■ **RECORDS SUPPLIED**:
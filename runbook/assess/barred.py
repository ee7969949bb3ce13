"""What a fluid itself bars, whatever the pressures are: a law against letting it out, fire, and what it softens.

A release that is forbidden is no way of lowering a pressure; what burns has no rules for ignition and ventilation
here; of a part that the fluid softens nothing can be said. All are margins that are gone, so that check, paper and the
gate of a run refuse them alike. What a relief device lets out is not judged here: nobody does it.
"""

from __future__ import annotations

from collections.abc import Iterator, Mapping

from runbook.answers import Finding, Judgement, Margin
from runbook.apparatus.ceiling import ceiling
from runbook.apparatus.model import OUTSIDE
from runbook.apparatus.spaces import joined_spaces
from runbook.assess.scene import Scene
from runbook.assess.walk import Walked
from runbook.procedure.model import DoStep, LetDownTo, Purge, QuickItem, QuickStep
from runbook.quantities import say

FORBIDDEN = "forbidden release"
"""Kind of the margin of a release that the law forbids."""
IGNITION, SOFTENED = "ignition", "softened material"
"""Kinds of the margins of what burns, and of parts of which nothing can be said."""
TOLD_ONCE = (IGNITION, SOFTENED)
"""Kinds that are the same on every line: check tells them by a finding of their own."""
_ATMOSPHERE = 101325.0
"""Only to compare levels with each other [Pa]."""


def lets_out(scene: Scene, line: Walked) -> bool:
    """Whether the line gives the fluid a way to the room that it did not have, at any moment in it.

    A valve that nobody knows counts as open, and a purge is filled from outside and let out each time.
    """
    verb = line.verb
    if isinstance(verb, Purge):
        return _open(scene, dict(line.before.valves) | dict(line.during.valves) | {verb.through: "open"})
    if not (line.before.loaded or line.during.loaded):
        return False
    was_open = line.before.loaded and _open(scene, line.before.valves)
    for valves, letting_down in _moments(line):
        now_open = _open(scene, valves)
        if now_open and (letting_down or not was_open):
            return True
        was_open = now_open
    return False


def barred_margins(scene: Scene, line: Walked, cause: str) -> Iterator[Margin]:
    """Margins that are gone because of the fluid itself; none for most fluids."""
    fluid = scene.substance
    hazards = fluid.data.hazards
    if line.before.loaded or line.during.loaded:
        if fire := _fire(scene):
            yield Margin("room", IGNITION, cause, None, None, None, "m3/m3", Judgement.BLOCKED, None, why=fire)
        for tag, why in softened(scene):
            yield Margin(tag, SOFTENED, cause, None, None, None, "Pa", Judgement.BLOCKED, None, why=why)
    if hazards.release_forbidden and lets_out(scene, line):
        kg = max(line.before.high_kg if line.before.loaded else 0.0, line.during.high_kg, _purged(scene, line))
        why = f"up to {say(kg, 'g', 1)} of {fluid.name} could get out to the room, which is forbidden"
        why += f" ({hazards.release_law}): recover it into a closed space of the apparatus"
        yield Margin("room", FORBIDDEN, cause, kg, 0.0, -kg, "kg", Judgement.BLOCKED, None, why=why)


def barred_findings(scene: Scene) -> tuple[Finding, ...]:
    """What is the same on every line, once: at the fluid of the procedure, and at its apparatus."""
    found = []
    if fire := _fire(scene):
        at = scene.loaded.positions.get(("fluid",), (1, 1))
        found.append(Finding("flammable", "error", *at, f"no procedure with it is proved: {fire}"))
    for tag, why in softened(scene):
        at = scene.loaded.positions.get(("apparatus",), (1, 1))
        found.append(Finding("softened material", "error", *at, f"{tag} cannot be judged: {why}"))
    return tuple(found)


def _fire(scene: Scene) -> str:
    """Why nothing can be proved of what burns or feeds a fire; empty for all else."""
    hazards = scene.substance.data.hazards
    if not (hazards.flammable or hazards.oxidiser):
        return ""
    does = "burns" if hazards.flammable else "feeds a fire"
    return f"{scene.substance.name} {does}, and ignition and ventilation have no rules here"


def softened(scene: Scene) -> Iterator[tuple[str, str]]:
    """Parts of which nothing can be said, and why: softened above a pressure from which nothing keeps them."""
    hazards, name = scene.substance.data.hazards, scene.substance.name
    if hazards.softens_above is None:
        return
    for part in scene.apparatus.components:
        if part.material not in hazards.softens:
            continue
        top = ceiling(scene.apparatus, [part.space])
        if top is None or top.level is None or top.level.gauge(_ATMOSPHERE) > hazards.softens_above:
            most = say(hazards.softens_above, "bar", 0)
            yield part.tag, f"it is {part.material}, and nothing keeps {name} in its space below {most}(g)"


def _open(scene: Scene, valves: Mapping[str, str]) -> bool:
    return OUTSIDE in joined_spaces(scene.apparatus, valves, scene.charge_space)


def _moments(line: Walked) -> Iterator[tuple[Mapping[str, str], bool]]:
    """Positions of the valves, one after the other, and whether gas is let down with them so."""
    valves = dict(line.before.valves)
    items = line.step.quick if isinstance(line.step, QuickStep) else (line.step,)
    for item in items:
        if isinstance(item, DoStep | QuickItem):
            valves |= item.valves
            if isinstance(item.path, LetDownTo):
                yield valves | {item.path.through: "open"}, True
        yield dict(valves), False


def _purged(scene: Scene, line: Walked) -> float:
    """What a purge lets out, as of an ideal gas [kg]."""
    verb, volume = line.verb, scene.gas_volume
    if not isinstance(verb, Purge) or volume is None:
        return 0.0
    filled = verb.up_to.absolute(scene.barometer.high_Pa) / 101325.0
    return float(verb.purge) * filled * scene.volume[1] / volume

■ **YOUR TASK**:
Go through the listing above and copy each line exactly.

■ **ANSWER TO THE PROBLEM**:
filename runbook/assess/barred.py
repository ee7969949bb3ce13
"""What a fluid itself bars, whatever the pressures are: a law against letting it out, fire, and what it softens.

A release that is forbidden is no way of lowering a pressure; what burns has no rules for ignition and ventilation
here; of a part that the fluid softens nothing can be said. All are margins that are gone, so that check, paper and the
gate of a run refuse them alike. What a relief device lets out is not judged here: nobody does it.
"""

from __future__ import annotations

from collections.abc import Iterator, Mapping

from runbook.answers import Finding, Judgement, Margin
from runbook.apparatus.ceiling import ceiling
from runbook.apparatus.model import OUTSIDE
from runbook.apparatus.spaces import joined_spaces
from runbook.assess.scene import Scene
from runbook.assess.walk import Walked
from runbook.procedure.model import DoStep, LetDownTo, Purge, QuickItem, QuickStep
from runbook.quantities import say

FORBIDDEN = "forbidden release"
"""Kind of the margin of a release that the law forbids."""
IGNITION, SOFTENED = "ignition", "softened material"
"""Kinds of the margins of what burns, and of parts of which nothing can be said."""
TOLD_ONCE = (IGNITION, SOFTENED)
"""Kinds that are the same on every line: check tells them by a finding of their own."""
_ATMOSPHERE = 101325.0
"""Only to compare levels with each other [Pa]."""


def lets_out(scene: Scene, line: Walked) -> bool:
    """Whether the line gives the fluid a way to the room that it did not have, at any moment in it.

    A valve that nobody knows counts as open, and a purge is filled from outside and let out each time.
    """
    verb = line.verb
    if isinstance(verb, Purge):
        return _open(scene, dict(line.before.valves) | dict(line.during.valves) | {verb.through: "open"})
    if not (line.before.loaded or line.during.loaded):
        return False
    was_open = line.before.loaded and _open(scene, line.before.valves)
    for valves, letting_down in _moments(line):
        now_open = _open(scene, valves)
        if now_open and (letting_down or not was_open):
            return True
        was_open = now_open
    return False


def barred_margins(scene: Scene, line: Walked, cause: str) -> Iterator[Margin]:
    """Margins that are gone because of the fluid itself; none for most fluids."""
    fluid = scene.substance
    hazards = fluid.data.hazards
    if line.before.loaded or line.during.loaded:
        if fire := _fire(scene):
            yield Margin("room", IGNITION, cause, None, None, None, "m3/m3", Judgement.BLOCKED, None, why=fire)
        for tag, why in softened(scene):
            yield Margin(tag, SOFTENED, cause, None, None, None, "Pa", Judgement.BLOCKED, None, why=why)
    if hazards.release_forbidden and lets_out(scene, line):
        kg = max(line.before.high_kg if line.before.loaded else 0.0, line.during.high_kg, _purged(scene, line))
        why = f"up to {say(kg, 'g', 1)} of {fluid.name} could get out to the room, which is forbidden"
        why += f" ({hazards.release_law}): recover it into a closed space of the apparatus"
        yield Margin("room", FORBIDDEN, cause, kg, 0.0, -kg, "kg", Judgement.BLOCKED, None, why=why)


def barred_findings(scene: Scene) -> tuple[Finding, ...]:
    """What is the same on every line, once: at the fluid of the procedure, and at its apparatus."""
    found = []
    if fire := _fire(scene):
        at = scene.loaded.positions.get(("fluid",), (1, 1))
        found.append(Finding("flammable", "error", *at, f"no procedure with it is proved: {fire}"))
    for tag, why in softened(scene):
        at = scene.loaded.positions.get(("apparatus",), (1, 1))
        found.append(Finding("softened material", "error", *at, f"{tag} cannot be judged: {why}"))
    return tuple(found)


def _fire(scene: Scene) -> str:
    """Why nothing can be proved of what burns or feeds a fire; empty for all else."""
    hazards = scene.substance.data.hazards
    if not (hazards.flammable or hazards.oxidiser):
        return ""
    does = "burns" if hazards.flammable else "feeds a fire"
    return f"{scene.substance.name} {does}, and ignition and ventilation have no rules here"


def softened(scene: Scene) -> Iterator[tuple[str, str]]:
    """Parts of which nothing can be said, and why: softened above a pressure from which nothing keeps them."""
    hazards, name = scene.substance.data.hazards, scene.substance.name
    if hazards.softens_above is None:
        return
    for part in scene.apparatus.components:
        if part.material not in hazards.softens:
            continue
        top = ceiling(scene.apparatus, [part.space])
        if top is None or top.level is None or top.level.gauge(_ATMOSPHERE) > hazards.softens_above:
            most = say(hazards.softens_above, "bar", 0)
            yield part.tag, f"it is {part.material}, and nothing keeps {name} in its space below {most}(g)"


def _open(scene: Scene, valves: Mapping[str, str]) -> bool:
    return OUTSIDE in joined_spaces(scene.apparatus, valves, scene.charge_space)


def _moments(line: Walked) -> Iterator[tuple[Mapping[str, str], bool]]:
    """Positions of the valves, one after the other, and whether gas is let down with them so."""
    valves = dict(line.before.valves)
    items = line.step.quick if isinstance(line.step, QuickStep) else (line.step,)
    for item in items:
        if isinstance(item, DoStep | QuickItem):
            valves |= item.valves
            if isinstance(item.path, LetDownTo):
                yield valves | {item.path.through: "open"}, True
        yield dict(valves), False


def _purged(scene: Scene, line: Walked) -> float:
    """What a purge lets out, as of an ideal gas [kg]."""
    verb, volume = line.verb, scene.gas_volume
    if not isinstance(verb, Purge) or volume is None:
        return 0.0
    filled = verb.up_to.absolute(scene.barometer.high_Pa) / 101325.0
    return float(verb.purge) * filled * scene.volume[1] / volume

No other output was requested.